# wz_tooltip.js



## tacktales (6. Juli 2010)

Hallo Leute,

ich bin *neu* hier und hab mich durch unendlich viele Themen gelesen, weil ich gerade versuche, meine HP zu modifizieren.

Nun hätte ich gerne das oft erwähnte wz_tooltip.js verwendet.

Leider leider leider wird da dann immer auf die Seite walterzorn.de verwiesen, auf der man alles nachlesen kann.
Funktioniert aber leider nicht, die Site gibt es nicht mehr...

Hat mir jemand ne Idee, wo ich die Infos sonst her kriege

DANKE!!

LG Iris


----------



## sheel (6. Juli 2010)

Keine Ahnung obs stimmt, aber angeblich ist der Arme depressiv geworden und mit 62 gestorben.

Was die Datei angeht: Ist wirklich nicht schwer, die über Google zu finden.
Gleich der erste Eintrag hat den Code zum rauskopieren.


----------



## Maik (6. Juli 2010)

Hi,

mir wurde leider auch diese schreckliche Nachricht übermittelt, als ich kürzlich die längere Offline-Zeit der Seite angesprochen habe.

Ich konnte aber gerade eben eine Kopie der Dokumentation (tooltip.htm) ausfindig machen ;-)

http://www.abalslev.dk/js_workshop/_WZ_DragDropTing/WZ_downloads/tooltips.html

Leider wurde es versäumt, ebenso die Erweiterungen-Seite (extensions.htm) mit zusätzlichen Konfigurationsmöglichkeiten  auf dem Server bereitzustellen 

Aber was nicht ist, kann ja noch werden - ich halte weiter Ausschau 

mfg Maik


----------



## Quaese (6. Juli 2010)

Hi,

auch immer ein guter Anlaufpunkt in solchen Sachen web.archiv.org.
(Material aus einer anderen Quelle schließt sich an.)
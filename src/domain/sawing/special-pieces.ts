import { type Board, totalBoardFeet } from './board.ts';
import type { WantedPiece } from './cut-list.ts';
import { cutsOf } from './cuts.ts';
import { boxedHeart, FOHC_CLEAR_IN, freeOfHeart } from './heart-timber.ts';
import { cubicFeet, type LogShape } from './log-shape.ts';
import { boardFeet, type Mill } from './pieces.ts';
import type { PieceKind } from './piece-kind.ts';
import type { SawPlan } from './saw-plan.ts';
import { liveEdgeSlabs } from './slabs.ts';

/** A wanted piece that may have to lie in its log in a certain way; a slab's width is the least that both of its faces have. */
export interface KindPiece extends WantedPiece {
  /** A board when left out. */
  readonly kind?: PieceKind | undefined;
}

/** A log given over to timbers or slabs. */
export interface Dedicated {
  readonly id: string;
  readonly plan: SawPlan;
}

/** Bands looked at for free-of-heart timbers: many logs are tried, and only the number of timbers counts. */
const EFFORT = 24;

const none = (reason: string): SawPlan => ({ pattern: 'cant', boards: [], boardFeet: 0, value: 0, upperBoundValue: 0, boundCovers: '', cuts: [], reason });

/** A log sawn through and through into slabs of one thickness, as boards as wide as the narrower face at the small end; at most `most` of them, the middle ones first. */
function slabPlan(log: LogShape, mill: Mill, piece: KindPiece, most: number): SawPlan {
  if (mill.longestFt !== undefined && log.lengthFt > mill.longestFt + 1e-9) return none(`This log is ${log.lengthFt} ft long and the mill takes logs up to ${mill.longestFt} ft.`);
  if (piece.lengthFt > log.lengthFt + 1e-9) return none('The slab is longer than this log.');
  const heart = (log.heartDefectIn ?? 0) / 2;
  const cut = Math.min(mill.widestCutIn ?? Infinity, mill.widestBoardIn ?? Infinity);
  const startFt = log.lengthFt - piece.lengthFt;
  const slabs = liveEdgeSlabs(log, mill.kerfIn, piece.thicknessIn, piece.widthIn)
    .filter(({ bottomIn, thicknessIn, wideFaceIn }) => wideFaceIn.large <= cut + 1e-9 && (heart === 0 || bottomIn >= heart || bottomIn + thicknessIn <= -heart))
    .sort((a, b) => Math.abs(a.bottomIn + a.thicknessIn / 2) - Math.abs(b.bottomIn + b.thicknessIn / 2));
  const boards = slabs.slice(0, most).map(({ bottomIn, thicknessIn, narrowFaceIn }): Board => {
    const widthIn = Math.floor(narrowFaceIn.small * 8 + 1e-9) / 8;
    return { xIn: -widthIn / 2, yIn: bottomIn, thicknessIn, widthIn, lengthFt: piece.lengthFt, startFt, turned: false, boardFeet: boardFeet(thicknessIn, widthIn, piece.lengthFt), piece: 0 };
  });
  const feet = totalBoardFeet(boards);
  return { pattern: 'live', boards, boardFeet: feet, value: feet, upperBoundValue: feet, boundCovers: 'slabs of this thickness with the pith in the middle of one', cuts: cutsOf(log, mill.kerfIn, boards, false) };
}

/** The plan of one log for a piece of its kind, with no more than `most` of them; its boards are all of this piece. */
export function planFor(log: LogShape, mill: Mill, piece: KindPiece, most: number): SawPlan {
  const { thicknessIn, widthIn, lengthFt } = piece;
  const timber = { thicknessIn, widthIn, lengthFt };
  if (mill.widestBoardIn !== undefined && Math.max(thicknessIn, widthIn) > mill.widestBoardIn) return none('This timber is wider than the mill\'s widest board.');
  if (piece.kind === 'slab') return slabPlan(log, mill, piece, most);
  if (piece.kind === 'free-of-heart') {
    const plan = freeOfHeart({ log, mill, timber: { ...timber, count: most }, pieces: [] }, FOHC_CLEAR_IN, EFFORT);
    return plan.boards.length > 0 ? plan : none(plan.reason ?? 'No timber of this size fits clear of the heart.');
  }
  return log.heartDefectIn ? none('A rotten heart cannot be boxed in a timber.') : boxedHeart({ log, mill, timber, pieces: [] });
}

/** A plan with some of its boards left out. */
const only = (plan: SawPlan, log: LogShape, mill: Mill, boards: readonly Board[]): SawPlan => {
  const feet = totalBoardFeet(boards);
  return { ...plan, boards, boardFeet: feet, value: feet, cuts: boards.length === plan.boards.length ? plan.cuts : cutsOf(log, mill.kerfIn, boards, false) };
};

/**
 * Gives logs over to timbers and slabs, piece after piece in the order of the list, the logs that give most of a piece for their
 * volume first. A simple rule, not an optimum: such pieces are few, and each asks for a log of its own.
 * @returns the logs taken, whose boards name their piece by its index in `pieces`, and how many of each piece are made.
 */
export function dedicate(logs: readonly { readonly id: string; readonly core: LogShape }[], mill: Mill, pieces: readonly KindPiece[]): { readonly taken: readonly Dedicated[]; readonly made: readonly number[] } {
  const free = new Map(logs.map(({ id, core }) => [id, core]));
  const taken: Dedicated[] = [];
  const made = pieces.map((piece, index) => {
    if ((piece.kind ?? 'board') === 'board') return 0;
    const plans = new Map<string, SawPlan>();
    const planOf = (core: LogShape): SawPlan => {
      const key = JSON.stringify(core);
      const plan = plans.get(key) ?? planFor(core, mill, piece, piece.count);
      plans.set(key, plan);
      return plan;
    };
    let left = piece.count;
    while (left > 0) {
      let best: { id: string; core: LogShape; worth: number } | null = null;
      for (const [id, core] of free) {
        const worth = Math.min(left, planOf(core).boards.length) / cubicFeet(core);
        if (worth > (best?.worth ?? 0) + 1e-12) best = { id, core, worth };
      }
      if (!best) break;
      const { id, core } = best;
      const boards = planOf(core).boards.slice(0, left);
      free.delete(id);
      left -= boards.length;
      taken.push({ id, plan: only(planOf(core), core, mill, boards.map((board) => ({ ...board, piece: index }))) });
    }
    return piece.count - left;
  });
  return { taken, made };
}

const LARGEST_LOG_IN = 60;

/** The smallest whole-inch log, at the small end, that gives one piece of its kind in its own length; null when none up to 60 in does. */
export function leastLogOf(piece: KindPiece, mill: Mill): number | null {
  for (let smallEndIn = 4; smallEndIn <= LARGEST_LOG_IN; smallEndIn++) if (planFor({ smallEndIn, lengthFt: Math.max(4, piece.lengthFt) }, mill, piece, 1).boards.length > 0) return smallEndIn;
  return null;
}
Dort finden sich
www.walterzorn.de und sein tooltip.

Ciao
Quaese


----------



## Maik (6. Juli 2010)

Bin ich gaga  :suspekt:

War vorhin meine erste Anlaufstelle zwecks Recherche, und dann diese sinngemäße Antwort vom Server


> Sorry, no matches found.



mfg Maik


----------



## Quaese (6. Juli 2010)

Ich könnte ja jetzt sagen, dass so ein Server auch seinen Stolz hat, aber das wäre fies ;-)

Quaese


----------



## Maik (6. Juli 2010)

Stolz? 

Ich führe so ein Verhalten eindeutig auf Amnesie, Gedächtnislücken zurück 

mfg Maik


----------



## tacktales (7. Juli 2010)

*DANKE!!

Ihr seit spitze!*

Obwohl ich auch auf die Idee mit dem Webarchiv hätte kommen können!! :--(

LG Iris


----------